A variety of animal models including dogs, rabbits, guinea pigs, hamsters, rats and mice, and different sources of injury (oxidants, cigarette smoke, mechanical injury, and viral or bacterial infections) have been developed. These models of airway epithelium injury and repair in vivo point to several common sequential processes of repair and epithelial regeneration, including the following: (1) spreading and migration of the basal cells neighbouring the wound, (2) rapid restoration of tight junctions, (3) pre-mitosis dedifferentiation followed by squamous metaplasia, (4) active mitosis leading to basal and mucous cell hyperplasia, followed by (5) progressive redifferentiation with the emergence of 'pre-ciliated' cells (a mixed phenotype of ciliated and mucous cells) and ciliogenesis, allowing the regeneration of a functional mucociliary epithelium [3].

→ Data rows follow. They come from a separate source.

import { useId, useMemo } from 'react'
import { movePosition, turnKnob } from '../../../../src/set/panel.ts'
import { changeMove } from '../../../../src/set/panelEdit.ts'
import { type NumberParameter, parameter } from '../../../../src/set/parameters.ts'
import type { Move } from '../../../../src/set/types.ts'
import { valueProblem } from '../../../../src/set/valueProblem.ts'
import type { Binding, Refusal } from '../../../fields/binding.ts'
import { quantityContext } from '../../../fields/contexts.ts'
import { NumberInput } from '../../../fields/NumberInput.tsx'
import { useNumberText } from '../../../fields/useNumberText.ts'
import { committedSet } from '../../../state/document.ts'
import { dropGesture, endGesture } from '../../../state/draft.ts'
import { commitPanel, commitTurn, tryTurn } from '../../../state/panel.ts'
import { valueWords, whyNotPanel } from './panelWords.ts'

interface KnobValueProps {
  readonly index: number
  readonly name: string
  readonly move: Move
  readonly value: number | null
  readonly onFocus: () => void
}

/** What a knob gives, typed with its unit: the knob turns to where it gives that. */
export function KnobValue({ index, name, move, value, onFocus }: KnobValueProps) {
  const id = useId()
  const spec = parameter(move.parameter) as NumberParameter
  const binding = useMemo((): Binding<number | null> => ({ value, ...turnActs(index, name, move) }), [index, name, move, value])
  const text = useNumberText({ spec: { ...spec, nullable: false }, binding, context: quantityContext, whenOff: move.min as number })
  const focused: typeof text.onFocus = (event) => {
    onFocus()
    text.onFocus(event)
  }
  return (
    <>
      <span className="cw-knob-value">
        <NumberInput
          text={{ ...text, onFocus: focused }}
          spec={spec}
          value={value}
          label={`${name}, ${spec.label.toLowerCase()}`}
          describedBy={id}
        />
        {spec.unit !== '' && value !== null && <span className="cw-field-unit">{spec.unit}</span>}
      </span>
      <span id={id} className="cw-knob-notes">
        {text.refusal && (
          <span role="alert">
            <span className="cw-field-refusal">■ {text.refusal.why}</span>
            {text.refusal.ways.map((way) => (
              <button key={way.label} type="button" className="cw-button" onClick={way.take}>
                {way.label}
              </button>
            ))}
          </span>
        )}
      </span>
    </>
  )
}

function turnActs(index: number, name: string, move: Move): Omit<Binding<number | null>, 'value'> {
  const nearest = (value: number) => movePosition(move, value) ?? (isPastMax(move, value) ? 1 : 0)
  return {
    attempt: (value) => {
      if (value === null) return null
      const [problem] = tryTurn(index, nearest(value))
      return problem ? `Held: ${whyNotPanel(problem, null)}` : null
    },
    settle: endGesture,
    drop: dropGesture,
    apply: (value): Refusal => {
      if (value === null) return null
      const position = movePosition(move, value)
      if (position === null) return outOfReach(index, name, move, value)
      const [problem] = commitTurn(index, position)
      return problem ? { why: whyNotPanel(problem, committedSet()), ways: [] } : null
    },
  }
}

/** Past the end called max, on a scale of either direction. */
const isPastMax = ({ min, max }: Move, value: number) => Math.abs(value - (max as number)) < Math.abs(value - (min as number))

function outOfReach(index: number, name: string, move: Move, value: number): Refusal {
  const why = `${name} goes from ${valueWords(move.parameter, move.min)} to ${valueWords(move.parameter, move.max)}`
  const end = isPastMax(move, value) ? 'max' : 'min'
  const isFit = valueProblem(parameter(move.parameter), value) === null && (move.taper !== 'log' || value * (move.min as number) > 0)
  if (!isFit || move.taper === 'drawn') return { why, ways: [] }
  const at = committedSet().panel[index]?.moves.findIndex(({ parameter: path }) => path === move.parameter) ?? 0
  const take = () =>
    void commitPanel(`${name}, range`, (set) => turnKnob(changeMove(set, index, at, { [end]: value }), index, end === 'max' ? 1 : 0))
  return { why, ways: [{ label: `Widen to ${valueWords(move.parameter, value)}`, take }] }
}
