import { describe, expect, it } from 'vitest'
import {
  applyGuard,
  createGuard,
  forgetLatch,
  GUARD_LIMIT,
  GUARD_OPEN,
  GUARD_PROBING,
  type Guard,
  guardRests,
  resumeGuard,
  TRIPPED_BY_LEVEL,
  TRIPPED_BY_NON_FINITE,
} from '../../../../app/audio/worklet/guard.ts'

const FS = 48_000
const PIECE = 128

/** Feeds `seconds` of a signal; what comes out, and how often the effect was to be cleared. */
function feed(guard: Guard, seconds: number, signal: (n: number) => number) {
  const frames = Math.round((seconds * FS) / PIECE) * PIECE
  const out = new Float64Array(frames)
  let clears = 0
  for (let at = 0; at < frames; at += PIECE) {
    if (guardRests(guard, PIECE)) continue
    const left = Float64Array.from({ length: PIECE }, (_, i) => signal(at + i))
    const right = left.slice()
    if (applyGuard(guard, left, right, PIECE)) clears++
    out.set(left, at)
  }
  return { out, clears }
}

const loud = () => GUARD_LIMIT * 1.01
const soft = () => 0.1

describe('the guard', () => {
  it('passes what stays at its limit unchanged, bit for bit', () => {
    const { out, clears } = feed(createGuard(FS, PIECE), 0.5, (n) => (n % 2 ? GUARD_LIMIT : -GUARD_LIMIT))
    expect(out.every((x) => Math.abs(x) === GUARD_LIMIT)).toBe(true)
    expect(clears).toBe(0)
  })

  // The issue asks for 50 ms.
  it('is silent 5 ms after the first sample beyond the limit', () => {
    const first = 1000
    const { out, clears } = feed(createGuard(FS, PIECE), 0.5, (n) => (n < first ? 1 : loud()))
    const silentFrom = out.findIndex((_, n) => n >= first && out.subarray(n).every((x) => x === 0))
    expect((silentFrom - first) / FS).toBeLessThanOrEqual(0.005)
    expect(out.every((x) => Math.abs(x) <= loud())).toBe(true)
    expect(clears).toBeGreaterThan(0)
  })

  it.each([Number.NaN, Number.POSITIVE_INFINITY, Number.NEGATIVE_INFINITY])('never passes on %s', (bad) => {
    const guard = createGuard(FS, PIECE)
    const { out } = feed(guard, 0.1, (n) => (n < 500 ? 0.5 : bad))
    expect(out.every(Number.isFinite)).toBe(true)
    expect(guard.reason).toBe(TRIPPED_BY_NON_FINITE)
    expect(guard.state).toBe(GUARD_PROBING)
  })

  it('says what tripped it and how high it went', () => {
    const guard = createGuard(FS, PIECE)
    feed(guard, 0.1, (n) => (n < 500 ? 0.5 : 7))
    expect([guard.reason, guard.peak, guard.trips]).toEqual([TRIPPED_BY_LEVEL, 7, 1])
  })

  it('lets the sound back after one second of safe output, over 200 ms', () => {
    const guard = createGuard(FS, PIECE)
    feed(guard, 0.05, loud)
    expect(feed(guard, 0.95, soft).out.every((x) => x === 0)).toBe(true)
    const { out } = feed(guard, 0.5, soft)
    expect(guard.state).toBe(GUARD_OPEN)
    expect(out.at(-1)).toBe(0.1)
    const steps = out.slice(1).map((x, n) => x - (out[n] as number))
    expect(Math.max(...steps)).toBeLessThanOrEqual(0.1 / (0.2 * FS) + 1e-12)
  })

  it('stays muted while the output goes on being unsafe, and asks for clearing each time it runs away', () => {
    const guard = createGuard(FS, PIECE)
    feed(guard, 0.05, loud)
    const { out, clears } = feed(guard, 3, (n) => (n % 24_000 < 200 ? loud() : 0.1))
    expect(out.every((x) => x === 0)).toBe(true)
    expect(clears).toBeGreaterThanOrEqual(5)
  })

  it('clears a loop that keeps running away at most every quarter of a second: clearing long lines takes time', () => {
    const guard = createGuard(FS, PIECE)
    const { clears } = feed(guard, 5, loud)
    expect(clears).toBeGreaterThan(10)
    expect(clears).toBeLessThanOrEqual(5 / 0.25 + 1)
  })

  it('latches when the output runs away again within ten seconds, until somebody resumes', () => {
    const guard = createGuard(FS, PIECE)
    feed(guard, 0.05, loud)
    feed(guard, 2, soft)
    expect(guard.state).toBe(GUARD_OPEN)
    feed(guard, 0.05, loud)
    expect(guard.latched).toBe(true)
    expect(feed(guard, 5, soft).out.every((x) => x === 0)).toBe(true)
    expect(resumeGuard(guard)).toBe(true)
    expect(feed(guard, 0.5, soft).out.at(-1)).toBe(0.1)
  })

  it('does not latch after a changed set or after ten quiet seconds', () => {
    const guard = createGuard(FS, PIECE)
    feed(guard, 0.05, loud)
    feed(guard, 2, soft)
    forgetLatch(guard)
    feed(guard, 0.05, loud)
    expect(guard.latched).toBe(false)
    feed(guard, 12, soft)
    feed(guard, 0.05, loud)
    expect(guard.latched).toBe(false)
    expect(guard.trips).toBe(3)
  })

  it('opens from a latch once the set has changed and the output is safe', () => {
    const guard = createGuard(FS, PIECE)
    feed(guard, 0.05, loud)
    feed(guard, 2, soft)
    feed(guard, 0.05, loud)
    forgetLatch(guard)
    feed(guard, 1.5, soft)
    expect(guard.state).toBe(GUARD_OPEN)
  })
})
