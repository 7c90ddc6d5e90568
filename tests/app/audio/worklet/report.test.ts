import { describe, expect, it } from 'vitest'
import { REPORT_LENGTH } from '../../../../app/audio/worklet/messages.ts'
import { openSharedReport, publishReport, readSharedReport, SHARED_BYTES } from '../../../../app/audio/worklet/report.ts'

describe('a shared report', () => {
  it('is read once, whole, and again only when a new one was published', () => {
    const shared = openSharedReport(new SharedArrayBuffer(SHARED_BYTES))
    const out = new Float64Array(REPORT_LENGTH)
    expect(readSharedReport(shared, out, 0)).toBe(0)
    publishReport(shared, new Float64Array(REPORT_LENGTH).fill(7))
    const seen = readSharedReport(shared, out, 0)
    expect(seen).not.toBe(0)
    expect(out.every((x) => x === 7)).toBe(true)
    expect(readSharedReport(shared, out, seen)).toBe(seen)
  })

  it('is not taken while it is being written', () => {
    const shared = openSharedReport(new SharedArrayBuffer(SHARED_BYTES))
    publishReport(shared, new Float64Array(REPORT_LENGTH).fill(7))
    Atomics.add(shared.sequence, 0, 1)
    expect(readSharedReport(shared, new Float64Array(REPORT_LENGTH), 0)).toBe(0)
  })

  it('refuses memory of another layout', () => {
    expect(() => openSharedReport(new SharedArrayBuffer(64))).toThrow(RangeError)
  })
})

Regeneration of the hamster tracheal epithelium after mechanical injury has demonstrated rapid re-epithelialization of the denuded epithelium and has shown that cell migration, rather than cell proliferation, occurs first [4]. Epithelial cells at the border of the wounded area are able to dedifferentiate, spread and migrate over the denuded basement membrane to cover the deepithelialized area. Ramphal et al [5] have shown that, after infection with influenza virus, complete desquamation of the epithelium occurs within 3 days, whereas regeneration begins within 5 days and is completed in 2 weeks.

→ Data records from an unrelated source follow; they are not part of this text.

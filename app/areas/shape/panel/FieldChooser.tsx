import { useCurrent } from '../../../state/current.ts'
import { movableGroups } from './movable.ts'

interface FieldChooserProps {
  /** Names the list; stands in it while nothing is chosen. */
  readonly label: string
  readonly onChoose: (path: string) => void
}

/** What a knob could move that none moves yet, in the groups of the signal path. Choosing acts at once. */
export function FieldChooser({ label, onChoose }: FieldChooserProps) {
  const set = useCurrent((s) => s.set)
  return (
    <span className="cw-button cw-chooser">
      <span aria-hidden="true">
        {label} <span className="cw-choice-arrow">▾</span>
      </span>
      <select className="cw-choice-select" aria-label={label} value="" onChange={(event) => onChoose(event.target.value)}>
        <option value="" disabled>
          {label}
        </option>
        {movableGroups(set).map((group) => (
          <optgroup key={group.label} label={group.label}>
            {group.options.map(({ path, label: name }) => (
              <option key={path} value={path}>
                {name}
              </option>
            ))}
          </optgroup>
        ))}
      </select>
    </span>
  )
}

Of the three main airway epithelial cell types, basal and secretory cells are known to divide, whereas ciliated cells are considered to be terminally differentiated. Several investigations support the role of basal cells as progenitors [6,7,8,9]; others suggest that only secretory cells can regenerate a complete mucociliary epithelium [10].
Animal tracheal xenograft models have also been developed to analyse airway epithelium regeneration and to try to identify progenitor cell subpopulations involved in this process. Inducing a regeneration process in airway epithelial tissue, which is normally characterized by a low turnover, accelerates proliferation and differentiation.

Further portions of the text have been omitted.